(Saved data entries)
+--

"""convert-csv's output lines: the computed columns formatted a column at a
time with the one formatter's rule (:func:`fmt.number`, six significant
digits), the lines joined from the columns with the quoting csv.writer uses;
or, for ``--json``, one object per line.
"""
from __future__ import annotations

import json
import math

import numpy as np

from ..csvtext import csv_quoted
from ..fmt import number
from . import assemble


def format_number(x) -> str:
    """A computed cell: the one formatter, six significant digits, empty for missing."""
    return number(x, 6, missing="")


def _format_column(arr) -> list[str]:
    """A computed column as CSV cells. Floats take ``%.6g`` where that is
    already plain decimals (what :func:`format_number` writes for them); the
    rest (missing, zero, very small or large) go through the formatter itself."""
    if arr.dtype == object:
        return ["" if v is None else str(v) for v in arr]
    if arr.dtype == bool:
        return ["yes" if v else "no" for v in arr]
    a = np.asarray(arr, dtype=float)
    finite = np.isfinite(a)
    if not finite.any():
        return [""] * len(a)
    if finite.all():
        cells = list(map("%.6g".__mod__, a.tolist()))
    else:                               # only the numbers formatted, the rest empty
        out = np.full(len(a), "", dtype=object)
        out[finite] = np.fromiter(map("%.6g".__mod__, a[finite].tolist()), dtype=object,
                                  count=int(finite.sum()))
        cells = out.tolist()
    with np.errstate(invalid="ignore"):
        odd = finite & ((np.abs(a) < 1e-4) | (np.abs(a) >= 999_999))
    for i in np.flatnonzero(odd).tolist():
        cells[i] = format_number(a[i])
    return cells


def _json_column(arr) -> list:
    if arr.dtype == object or arr.dtype == bool:
        return [None if v is None else (bool(v) if arr.dtype == bool else v) for v in arr]
    return [None if not math.isfinite(v) else v for v in arr.astype(float).tolist()]


def _write_json(dst, in_cols, in_columns, out, out_cols, n):
    cols = {c: _json_column(out[c]) for c in out_cols if c != "flags"}
    if "flags" in out_cols:
        cols["flags"] = [[f for f in codes.split(";") if f]
                         for codes in out["flags"].codes_column().tolist()]
    ins = [in_columns[c] for c in in_cols]
    outs = [cols[c] for c in out_cols]
    for i in range(n):
        rec = dict(zip(in_cols, (col[i] for col in ins)))
        rec.update(zip(out_cols, (col[i] for col in outs)))
        dst.write(json.dumps(rec, ensure_ascii=False) + "\n")


def _computed_cells(out: dict, out_cols) -> list[list[str]]:
    """The computed columns as CSV cells, quoted as csv.writer would (a
    number, digits with a sign and a point, never needs quotes)."""
    cells = []
    for c in out_cols:
        if c == "flags":
            cells.append(csv_quoted(out[c].codes_column().tolist()))
        elif out[c].dtype.kind == "f":
            cells.append(_format_column(out[c]))
        else:
            cells.append(csv_quoted(_format_column(out[c])))
    return cells


def _computed_matrices(out: dict, out_cols) -> list:
    """The computed columns as byte matrices (:mod:`.assemble`), the cells
    those of :func:`_computed_cells`."""
    mats, made = [], []                 # made: (a number column, its matrix)
    for c in out_cols:
        if c == "flags":
            mats.append(assemble.text_matrix(out[c].codes_column()))
        elif out[c].dtype.kind == "f":      # the chosen route's column is often another's
            same = [m for a, m in made if np.array_equal(a[:16], out[c][:16], equal_nan=True)
                    and np.array_equal(a, out[c], equal_nan=True)]
            mats.append(same[0] if same else assemble.number_matrix(out[c]))
            made.append((out[c], mats[-1]))
        elif out[c].dtype == bool:
            mats.append(assemble.text_matrix(out[c], lambda v: "yes" if v else "no"))
        else:
            mats.append(assemble.text_matrix(out[c]))
    return mats


def csv_lines(heads: list, out, out_cols, codes: np.ndarray | None = None) -> bytes:
    """The chunk's rows as CSV lines in UTF-8 (``heads``: each row's input
    cells, from :func:`row_texts`): the same text csv.writer writes row by
    row, the computed cells made a column at a time and the lines assembled
    as bytes (:mod:`.assemble`). Where ``out`` holds the results of the
    chunk's distinct readings only, ``codes[i]`` is the one row ``i``
    repeats: each distinct reading's cells are made once."""
    if not out_cols:
        return ("\r\n".join(heads) + "\r\n").encode("utf-8")
    data = assemble.lines_bytes(heads, _computed_matrices(out, out_cols), codes)
    if data is not None:
        return data
    cells = _computed_cells(out, out_cols)     # a head holds a line break: joined as text
    rows = list(map(",".join, zip(*cells)))
    if codes is not None:
        rows = list(map(rows.__getitem__, codes))
    return ("\r\n".join(map(",".join, zip(heads, rows))) + "\r\n").encode("utf-8")


def row_texts(chunk: list, in_cols, pos: dict) -> list[str]:
    """Each row's input cells as csv.writer writes them. Where no cell needs
    quotes (no comma, quote or line break inside a cell; no short row) and
    no column name repeats, that is the row's cells joined by commas."""
    if len(pos) == len(in_cols):
        try:
            texts = list(map(",".join, chunk))
        except TypeError:               # a short row's missing cells (None)
            texts = None
        if texts is not None:
            blob = ",".join(texts)
            if blob.count(",") == len(texts) * len(in_cols) - 1 and '"' not in blob \
                    and "\n" not in blob and "\r" not in blob:   # str.find: faster than a regex
                return texts
    by_pos = list(zip(*chunk))      # a repeated name writes its last column's cells, as before
    return list(map(",".join, zip(*(csv_quoted(by_pos[pos[c]]) for c in in_cols))))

+--

__Directions__
Look back at the records above. Repeat all of them exactly.

__Response to the task__
"""convert-csv's output lines: the computed columns formatted a column at a
time with the one formatter's rule (:func:`fmt.number`, six significant
digits), the lines joined from the columns with the quoting csv.writer uses;
or, for ``--json``, one object per line.
"""
from __future__ import annotations

import json
import math

import numpy as np

from ..csvtext import csv_quoted
from ..fmt import number
from . import assemble


def format_number(x) -> str:
    """A computed cell: the one formatter, six significant digits, empty for missing."""
    return number(x, 6, missing="")


def _format_column(arr) -> list[str]:
    """A computed column as CSV cells. Floats take ``%.6g`` where that is
    already plain decimals (what :func:`format_number` writes for them); the
    rest (missing, zero, very small or large) go through the formatter itself."""
    if arr.dtype == object:
        return ["" if v is None else str(v) for v in arr]
    if arr.dtype == bool:
        return ["yes" if v else "no" for v in arr]
    a = np.asarray(arr, dtype=float)
    finite = np.isfinite(a)
    if not finite.any():
        return [""] * len(a)
    if finite.all():
        cells = list(map("%.6g".__mod__, a.tolist()))
    else:                               # only the numbers formatted, the rest empty
        out = np.full(len(a), "", dtype=object)
        out[finite] = np.fromiter(map("%.6g".__mod__, a[finite].tolist()), dtype=object,
                                  count=int(finite.sum()))
        cells = out.tolist()
    with np.errstate(invalid="ignore"):
        odd = finite & ((np.abs(a) < 1e-4) | (np.abs(a) >= 999_999))
    for i in np.flatnonzero(odd).tolist():
        cells[i] = format_number(a[i])
    return cells


def _json_column(arr) -> list:
    if arr.dtype == object or arr.dtype == bool:
        return [None if v is None else (bool(v) if arr.dtype == bool else v) for v in arr]
    return [None if not math.isfinite(v) else v for v in arr.astype(float).tolist()]


def _write_json(dst, in_cols, in_columns, out, out_cols, n):
    cols = {c: _json_column(out[c]) for c in out_cols if c != "flags"}
    if "flags" in out_cols:
        cols["flags"] = [[f for f in codes.split(";") if f]
                         for codes in out["flags"].codes_column().tolist()]
    ins = [in_columns[c] for c in in_cols]
    outs = [cols[c] for c in out_cols]
    for i in range(n):
        rec = dict(zip(in_cols, (col[i] for col in ins)))
        rec.update(zip(out_cols, (col[i] for col in outs)))
        dst.write(json.dumps(rec, ensure_ascii=False) + "\n")


def _computed_cells(out: dict, out_cols) -> list[list[str]]:
    """The computed columns as CSV cells, quoted as csv.writer would (a
    number, digits with a sign and a point, never needs quotes)."""
    cells = []
    for c in out_cols:
        if c == "flags":
            cells.append(csv_quoted(out[c].codes_column().tolist()))
        elif out[c].dtype.kind == "f":
            cells.append(_format_column(out[c]))
        else:
            cells.append(csv_quoted(_format_column(out[c])))
    return cells


def _computed_matrices(out: dict, out_cols) -> list:
    """The computed columns as byte matrices (:mod:`.assemble`), the cells
    those of :func:`_computed_cells`."""
    mats, made = [], []                 # made: (a number column, its matrix)
    for c in out_cols:
        if c == "flags":
            mats.append(assemble.text_matrix(out[c].codes_column()))
        elif out[c].dtype.kind == "f":      # the chosen route's column is often another's
            same = [m for a, m in made if np.array_equal(a[:16], out[c][:16], equal_nan=True)
                    and np.array_equal(a, out[c], equal_nan=True)]
            mats.append(same[0] if same else assemble.number_matrix(out[c]))
            made.append((out[c], mats[-1]))
        elif out[c].dtype == bool:
            mats.append(assemble.text_matrix(out[c], lambda v: "yes" if v else "no"))
        else:
            mats.append(assemble.text_matrix(out[c]))
    return mats


def csv_lines(heads: list, out, out_cols, codes: np.ndarray | None = None) -> bytes:
    """The chunk's rows as CSV lines in UTF-8 (``heads``: each row's input
    cells, from :func:`row_texts`): the same text csv.writer writes row by
    row, the computed cells made a column at a time and the lines assembled
    as bytes (:mod:`.assemble`). Where ``out`` holds the results of the
    chunk's distinct readings only, ``codes[i]`` is the one row ``i``
    repeats: each distinct reading's cells are made once."""
    if not out_cols:
        return ("\r\n".join(heads) + "\r\n").encode("utf-8")
    data = assemble.lines_bytes(heads, _computed_matrices(out, out_cols), codes)
    if data is not None:
        return data
    cells = _computed_cells(out, out_cols)     # a head holds a line break: joined as text
    rows = list(map(",".join, zip(*cells)))
    if codes is not None:
        rows = list(map(rows.__getitem__, codes))
    return ("\r\n".join(map(",".join, zip(heads, rows))) + "\r\n").encode("utf-8")


def row_texts(chunk: list, in_cols, pos: dict) -> list[str]:
    """Each row's input cells as csv.writer writes them. Where no cell needs
    quotes (no comma, quote or line break inside a cell; no short row) and
    no column name repeats, that is the row's cells joined by commas."""
    if len(pos) == len(in_cols):
        try:
            texts = list(map(",".join, chunk))
        except TypeError:               # a short row's missing cells (None)
            texts = None
        if texts is not None:
            blob = ",".join(texts)
            if blob.count(",") == len(texts) * len(in_cols) - 1 and '"' not in blob \
                    and "\n" not in blob and "\r" not in blob:   # str.find: faster than a regex
                return texts
    by_pos = list(zip(*chunk))      # a repeated name writes its last column's cells, as before
    return list(map(",".join, zip(*(csv_quoted(by_pos[pos[c]]) for c in in_cols))))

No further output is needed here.